MongoDB disk operations with journaling disabled

dockermongodbperformancesharding

Assuming MongoDB 3.6, usage of WiredTiger, with journaling disabled:

How does mongod write data to hard drive? It performs write operation per every document? Per every chunk? And similarly: how about reads? Also: are those reads and writes random or sequential?

Going further: are writes made during writing journal file similar to those when creating snapshot?

Further explanation of question: I'm trying to limit usage of hard drive by Docker containers running MongoDB, so I started by benchmarking my disk following this guide: binarylane.com – How to benchmark disk I/O
. It states that

Again, databases and many other programs will read very small chunks
of data – 4 kilobytes is a good working estimate.

I'm wondering if this assumption is true for MongoDB.

Best Answer

There are two primary methods for WiredTiger to ensure the durability of your data: journaling and checkpointing.

Checkpoints store the valid and consistent state of the whole database. Should the server crash for any reason, it can restart from the last checkpoint in a consistent state. WiredTiger by default checkpoints the database every 60 seconds.

Journals store the writes that happened in-between checkpoints. If the database crashed between checkpoints, the journal data will be replayed on top of the last known good checkpoint. The journal is persisted to disk every 50 ms.

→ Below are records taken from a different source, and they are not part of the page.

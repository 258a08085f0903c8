#include "ranking/certificate.hpp"

#include <algorithm>
#include <cmath>
#include <limits>
#include <optional>

namespace spinsieve {
namespace {

// Plain loops on purpose: this file shares nothing with the solver.

/// Unit roundoff of double precision; γ_k = k u/(1 − k u) bounds k roundings (Higham 2002, 3.1).
constexpr double unit_roundoff = 0x1p-53;
double gamma(double k) { return k * unit_roundoff / (1 - k * unit_roundoff); }

/// Error bounds are sums of positive numbers themselves rounded; this covers it for up to 1e9
/// terms.
constexpr double upward = 1 + 1e-6;

/// Absolute floor for underflow in products.
constexpr double underflow = 1e-290;

/// A matrix with a bound of each entry's error.
struct Enclosed {
  std::size_t size = 0;
  std::vector<double> entry;
  std::vector<double> error;

  explicit Enclosed(std::size_t n) : size(n), entry(n * n, 0.0), error(n * n, 0.0) {}
  double& at(std::size_t i, std::size_t j) { return entry[i * size + j]; }
  double at(std::size_t i, std::size_t j) const { return entry[i * size + j]; }
  double& error_at(std::size_t i, std::size_t j) { return error[i * size + j]; }
  double error_at(std::size_t i, std::size_t j) const { return error[i * size + j]; }
};

/// A sum that knows how wrong it may be.
class Sum {
 public:
  void add(double a, double b, double c = 1) {
    const double term = a * b * c;
    value_ += term;
    size_ += std::abs(term);
    count_ += 1;
  }
  double value() const { return value_; }
  /// Two products and `count` additions a term.
  double error() const { return upward * gamma(count_ + 3) * size_ + count_ * underflow; }

 private:
  double value_ = 0;
  double size_ = 0;
  double count_ = 0;
};
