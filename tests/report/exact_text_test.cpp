#include "report/exact_text.hpp"

#include <gtest/gtest.h>

#include "report/candidate_text.hpp"

namespace spinsieve {
namespace {

TEST(ExactTextTest, PhasesOutsideTheFieldStandAsFactors) {
  EXPECT_EQ(exact_text(Phase(1, 2), Cyclotomic(1)), "-1");
  EXPECT_EQ(exact_text(Phase(1, 3), Cyclotomic(1)), "e(1/3)");
  EXPECT_EQ(exact_text(Phase(1, 5), Cyclotomic(1)), "e(1/5)");
  EXPECT_EQ(exact_text(Phase(1, 5), Cyclotomic(-1)), "e(7/10)");  // 1/5 + 1/2
  EXPECT_EQ(exact_text(Phase(1, 5), Cyclotomic(2)), "2*e(1/5)");
  EXPECT_EQ(exact_text(Phase(1, 5), Cyclotomic(0)), "0");
  EXPECT_EQ(exact_text(Phase(1, 5), Cyclotomic(1) + Cyclotomic::root(3)), "e(1/5)*(1+e(1/8))");
}

TEST(ExactTextTest, ConjugationTurnsEveryPhase) {
  EXPECT_EQ(conjugated("1"), "1");
  EXPECT_EQ(conjugated("-e(1/3)"), "-e(-1/3)");
  EXPECT_EQ(conjugated("2*e(-1/6)"), "2*e(1/6)");
  EXPECT_EQ(conjugated("e(1/2-1/2*u)"), "e(-1/2+1/2*u)");
  EXPECT_EQ(conjugated("e(1/5)*(1+e(1/8))"), "e(-1/5)*(1+e(-1/8))");
}

TEST(ExactTextTest, PositionsAreFractionsWhereThatSaysMore) {
  EXPECT_EQ(position_text({Fraction(3, 4), Fraction(1, 3), Fraction(0)}), "3/4, 1/3, 0");
  EXPECT_EQ(position_text({Fraction(2097, 2500), Fraction(-1, 24), Fraction(1, 25)}),
            "0.8388, -1/24, 0.04");
}

TEST(FactorTextTest, WritesFactorsAsAReaderWould) {
  const std::complex<double> i(0, 1);
  EXPECT_EQ(factor_text(0, "u"), "");
  EXPECT_EQ(factor_text(1, "u"), "u");
  EXPECT_EQ(factor_text(-2, "u"), "-2u");
  EXPECT_EQ(factor_text(0.5, "v"), "v/2");
  EXPECT_EQ(factor_text(-1.5, "v"), "-3v/2");
  EXPECT_EQ(factor_text(0.8660254037844386, "w"), "0.866w");
  EXPECT_EQ(factor_text(i, "u"), "e(1/4)u");
  EXPECT_EQ(factor_text(-i, "u"), "e(3/4)u");
  EXPECT_EQ(factor_text(2.0 * Phase(3, 14).factor(), "u"), "2e(3/14)u");
}

TEST(MomentFormTest, SumsParametersAndFollowsTheSignOfThePhase) {
  FourierField arm;
  arm.atoms = {{0, {}}};
  const std::complex<double> turn = Phase(1, 3).factor();
  arm.components = {{1.0, 2.0, 0.0}, {turn, -1.0, 0.0}};
  EXPECT_EQ(moment_form(arm, 0, {"u", "v"}, PhaseSign::plus), "(u+e(1/3)v,2u-v,0)");
  EXPECT_EQ(moment_form(arm, 0, {"u", "v"}, PhaseSign::minus), "(u+e(2/3)v,2u-v,0)");
}

}  // namespace
}  // namespace spinsieve
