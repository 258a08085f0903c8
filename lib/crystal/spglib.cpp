#include "crystal/spglib.hpp"

#include <cmath>
#include <memory>
#include <mutex>
#include <stdexcept>

#include <spglib.h>

#include "exact/error.hpp"

namespace spinsieve {

namespace {

constexpr int hall_numbers = 530;
constexpr int uni_numbers = 1651;

/// spglib keeps its error state in one static, so one call runs at a time.
std::mutex& door() {
  static std::mutex mutex;
  return mutex;
}

/// Translations of the database are multiples of 1/24 up to rounding.
Fraction exact_translation(double value) {
  static const std::array<Fraction, 24> multiples = [] {
    std::array<Fraction, 24> result;
    for (int n = 0; n < 24; ++n) result[static_cast<std::size_t>(n)] = Fraction(n, 24);
    return result;
  }();
  const double scaled = value * 24;
  const double rounded = std::floor(scaled + 0.5);
  if (!(std::abs(scaled - rounded) < 1e-4))
    throw std::logic_error("a tabulated translation is no multiple of 1/24; please report");
  const int n = static_cast<int>(rounded);
  if (n >= 0 && n < 24) return multiples[static_cast<std::size_t>(n)];
  return {n, 24};
}

Operation exact_operation(const int (&rotation)[3][3], const double (&translation)[3]) {
  Operation operation;
  for (std::size_t i = 0; i < 3; ++i) {
    for (std::size_t j = 0; j < 3; ++j) operation.rotation[i][j] = rotation[i][j];
    operation.translation[i] = exact_translation(translation[i]);
  }
  return operation;
}

std::string trimmed(std::string_view text) {
  while (!text.empty() && text.back() == ' ') text.remove_suffix(1);
  while (!text.empty() && text.front() == ' ') text.remove_prefix(1);
  return std::string(text);
}

void require_hall_number(int hall_number) {
  if (hall_number < 1 || hall_number > hall_numbers)
    throw Error("hall number " + std::to_string(hall_number) + "; it must lie within 1 to 530");
}

void require_uni_number(int uni_number) {
  if (uni_number < 1 || uni_number > uni_numbers)
    throw Error("UNI number " + std::to_string(uni_number) + "; it must lie within 1 to 1651");
}

/// "P 1 2_1/n 1" to "P 2_1/n".
std::string without_ones(const std::string& full) {
  std::string text;
  for (std::size_t i = 0; i < full.size(); ++i) {
    const bool one = full[i] == ' ' && i + 1 < full.size() && full[i + 1] == '1' &&
                     (i + 2 == full.size() || full[i + 2] == ' ');
    if (one)
      ++i;
    else
      text += full[i];
  }
  return text;
}

/// The symbol of the setting from "P 2_1/c = P 1 1 2_1/b = P 2_1/b": the group type, the full
/// symbol and, in some settings, a short one.
std::string short_symbol(std::string_view listed, const std::string& full,
                         const std::string& choice) {
  std::vector<std::string> parts;
  while (true) {
    const std::size_t end = listed.find('=');
    parts.push_back(trimmed(listed.substr(0, end)));
    if (end == std::string_view::npos) break;
    listed.remove_prefix(end + 1);
  }
  if (parts.size() == 1) return parts[0];
  if (parts.size() == 3) return parts[2];
  return choice.find('b') != std::string::npos ? without_ones(full) : full;
}

}  // namespace

HallSetting hall_setting(int hall_number) {
  require_hall_number(hall_number);
  const SpglibSpacegroupType type = [hall_number] {
    const std::scoped_lock lock(door());
    return spg_get_spacegroup_type(hall_number);
  }();
  if (type.number < 1)
    throw std::logic_error("no entry for hall number " + std::to_string(hall_number));
  HallSetting setting;
  setting.hall_number = hall_number;
  setting.number = type.number;
  setting.symbol_full = trimmed(type.international_full);
  setting.hall_symbol = trimmed(type.hall_symbol);
  setting.choice = trimmed(type.choice);
  setting.symbol_short = short_symbol(type.international, setting.symbol_full, setting.choice);
  // The table names this one setting of No. 68 without its e glide.
  if (hall_number == 331) setting.symbol_short = "B b e b";
  return setting;
}

std::vector<Operation> hall_operations(int hall_number) {
  require_hall_number(hall_number);
  int rotations[192][3][3];
  double translations[192][3];
  int count = 0;
  {
    const std::scoped_lock lock(door());
    count = spg_get_symmetry_from_database(rotations, translations, hall_number);
  }
  if (count < 1)
    throw std::logic_error("no operations for hall number " + std::to_string(hall_number));
  std::vector<Operation> operations;
  operations.reserve(static_cast<std::size_t>(count));
  for (int i = 0; i < count; ++i)
    operations.push_back(exact_operation(rotations[i], translations[i]));
  return operations;
}

MagneticType magnetic_type(int uni_number) {
  require_uni_number(uni_number);
  const SpglibMagneticSpacegroupType type = [uni_number] {
    const std::scoped_lock lock(door());
    return spg_get_magnetic_spacegroup_type(uni_number);
  }();
  if (type.number < 1)
    throw std::logic_error("no entry for UNI number " + std::to_string(uni_number));
  MagneticType result;
  result.uni_number = uni_number;
  result.bns_number = trimmed(type.bns_number);
  result.og_number = trimmed(type.og_number);
  result.number = type.number;
  result.type = type.type;
  return result;
}

std::vector<PrimedOperation> magnetic_operations(int uni_number, int hall_number) {
  require_uni_number(uni_number);
  if (hall_number != 0) require_hall_number(hall_number);
  int rotations[384][3][3];
  double translations[384][3];
  int time_reversals[384];
  int count = 0;
  {
    const std::scoped_lock lock(door());
    count = spg_get_magnetic_symmetry_from_database(rotations, translations, time_reversals,
                                                    uni_number, hall_number);
  }
  if (count < 1)
    throw Error("UNI number " + std::to_string(uni_number) + " has no operations in the setting " +
                std::to_string(hall_number) +
                "; the hall number must belong to its space-group family, or be 0");
  std::vector<PrimedOperation> operations;
  operations.reserve(static_cast<std::size_t>(count));
  for (int i = 0; i < count; ++i)
    operations.push_back({exact_operation(rotations[i], translations[i]), time_reversals[i] != 0});
  return operations;
}

}  // namespace spinsieve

The journaling process is optimized to be a lot more lightweight compared to checkpoints (and it also does a lot less work), so it's typically much faster than a checkpoint.

If journaling is disabled, the behaviour is slightly different between a mongod running in standalone mode or in replica set mode:

  • MongoDB 3.6.4 standalone with journaling disabled: only the complete state of the whole database is written to disk on every checkpoint. That is, if your database crashes between checkpoints, you can potentially lose the last 60 seconds of your writes (if using default checkpoint timing values).

  • MongoDB 3.6.4 replica set with journaling disabled: by design, a replica set requires more durability since it must record every operation in the oplog and ensure that the oplog is safely persisted. Thus, it will perform a checkpoint on every write instead. This will slow down the replica set tremendously.

The tradeoff you make by disabling journaling:

  • In a standalone deployment, since the main goal of a database is to persist your data, limiting disk usage (space or IOPS) will result in more data being lost between allowed writes. However, it's not recommended to run a standalone MongoDB for production purposes.

  • In a replica set, the write process is considerably slowed down due to the need to persist the oplog. This will also make the deployment use more disk IOPS. In the future versions of MongoDB, running a replica set with no journal will not be allowed (see SERVER-30347).